(Supplied material)

import { columnKey } from '../../changes/diff-tables.js';
import type { ForeignKey, Table } from '../../model/types.js';
import type { AnalysisOptions } from '../options.js';
import { keepsForeignKey } from '../filters/table-filter.js';

/** A foreign key of a table as an edge: its identity, its end points and its columns. */
export interface FkEdge {
  /** Identity of the edge: source, target and the referencing columns' keys. */
  key: string;
  source: string;
  target: string;
  /** Referencing columns (physical names, as in this version). */
  columns: string[];
  fk: ForeignKey;
}

/** Which tables are in the graphs, and which tables ever existed. */
export interface GraphScope {
  /** Stable ids of the tables in the measures (not excluded). */
  included: ReadonlySet<string>;
  /** Stable ids of every table that ever existed. */
  existed: ReadonlySet<string>;
  options: Pick<AnalysisOptions, 'excludeOrmForeignKeys'>;
}

/** Key of an edge: `source -> target (k1,k2)`, the columns by their stable keys. */
export function edgeKey(source: string, target: string, columnKeys: readonly string[]): string {
  return `${source} -> ${target} (${columnKeys.join(',')})`;
}

/**
 * The edges of one table (kept foreign keys whose source is in the measures), cached by table
 * object: a table that did not change between versions is the same object. Edges to a table that
 * never existed come out with `dangling` true; edges to an excluded table are left out.
 */
export class EdgeCache {
  private readonly cache = new WeakMap<Table, { edges: FkEdge[]; dangling: FkEdge[] }>();
  constructor(private readonly scope: GraphScope) {}

  of(t: Table): { edges: FkEdge[]; dangling: FkEdge[] } {
    let hit = this.cache.get(t);
    if (hit) return hit;
    hit = { edges: [], dangling: [] };
    if (this.scope.included.has(t.id)) {
      const keys = new Map(t.columns.map((c) => [c.name, columnKey(c)]));
      for (const fk of t.foreignKeys) {
        if (!keepsForeignKey(fk, this.scope.options)) continue;
        const target = fk.referencedTable;
        const e: FkEdge = { key: edgeKey(t.id, target, fk.columns.map((c) => keys.get(c) ?? c)), source: t.id, target, columns: fk.columns, fk };
        if (!this.scope.existed.has(target)) hit.dangling.push(e);
        else if (this.scope.included.has(target)) hit.edges.push(e);
      }
    }
    this.cache.set(t, hit);
    return hit;
  }
}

(End Supplied material)

- _Task requirements_:
Output the first line of the entries above and every line after it, exactly as written, ending with the line that contains "target: string;".

- _Exercise output_:
import { columnKey } from '../../changes/diff-tables.js';
import type { ForeignKey, Table } from '../../model/types.js';
import type { AnalysisOptions } from '../options.js';
import { keepsForeignKey } from '../filters/table-filter.js';

/** A foreign key of a table as an edge: its identity, its end points and its columns. */
export interface FkEdge {
  /** Identity of the edge: source, target and the referencing columns' keys. */
  key: string;
  source: string;
  target: string;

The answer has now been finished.